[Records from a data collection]
"""Pitch facts (takescribe.pitch) against librosa and music21, and ISO 16's A4 = 440 Hz."""

import librosa
import music21
import numpy as np
import pytest

from takescribe.pitch import PARTIAL_STEPS, PIANO_RANGE, SHARP_NAMES, hz_to_midi, midi_to_hz, pitch_name


def test_frequencies_match_librosa():
    pitches = np.arange(0, 128)
    # reference: librosa.midi_to_hz (equal temperament, A4 = 440 Hz as ISO 16:1975)
    np.testing.assert_allclose(midi_to_hz(pitches), librosa.midi_to_hz(pitches), rtol=1e-12)
    np.testing.assert_allclose(hz_to_midi(librosa.midi_to_hz(pitches)), pitches, atol=1e-9)
    assert midi_to_hz(69) == pytest.approx(440.0)


@pytest.mark.parametrize("pitch", [21, 60, 61, 69, 70, 108])
def test_names_match_music21(pitch):
    # reference: music21.pitch.Pitch(midi=...).nameWithOctave, whose default spelling out of
    # context is the same (C#, Eb, F#, G#, Bb); music21 writes flats as "-"
    assert pitch_name(pitch) == music21.pitch.Pitch(midi=pitch).nameWithOctave.replace("-", "b")
    assert music21.pitch.Pitch(pitch_name(pitch, names=SHARP_NAMES)).midi == pitch


def test_piano_range_and_partials():
    # reference: music21's piano instrument range (A0 to C8)
    piano = music21.instrument.Piano()
    assert PIANO_RANGE == (piano.lowestNote.midi, piano.highestNote.midi)
    # 2nd, 3rd, 4th harmonics of any fundamental land these many semitones above it
    assert PARTIAL_STEPS == tuple(int(round(12 * np.log2(k))) for k in (2, 3, 4))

## What is needed
Which lines of the entries above contain the string "pytest"? Copy each one.

## Your response
import pytest
    assert midi_to_hz(69) == pytest.approx(440.0)
@pytest.mark.parametrize("pitch", [21, 60, 61, 69, 70, 108])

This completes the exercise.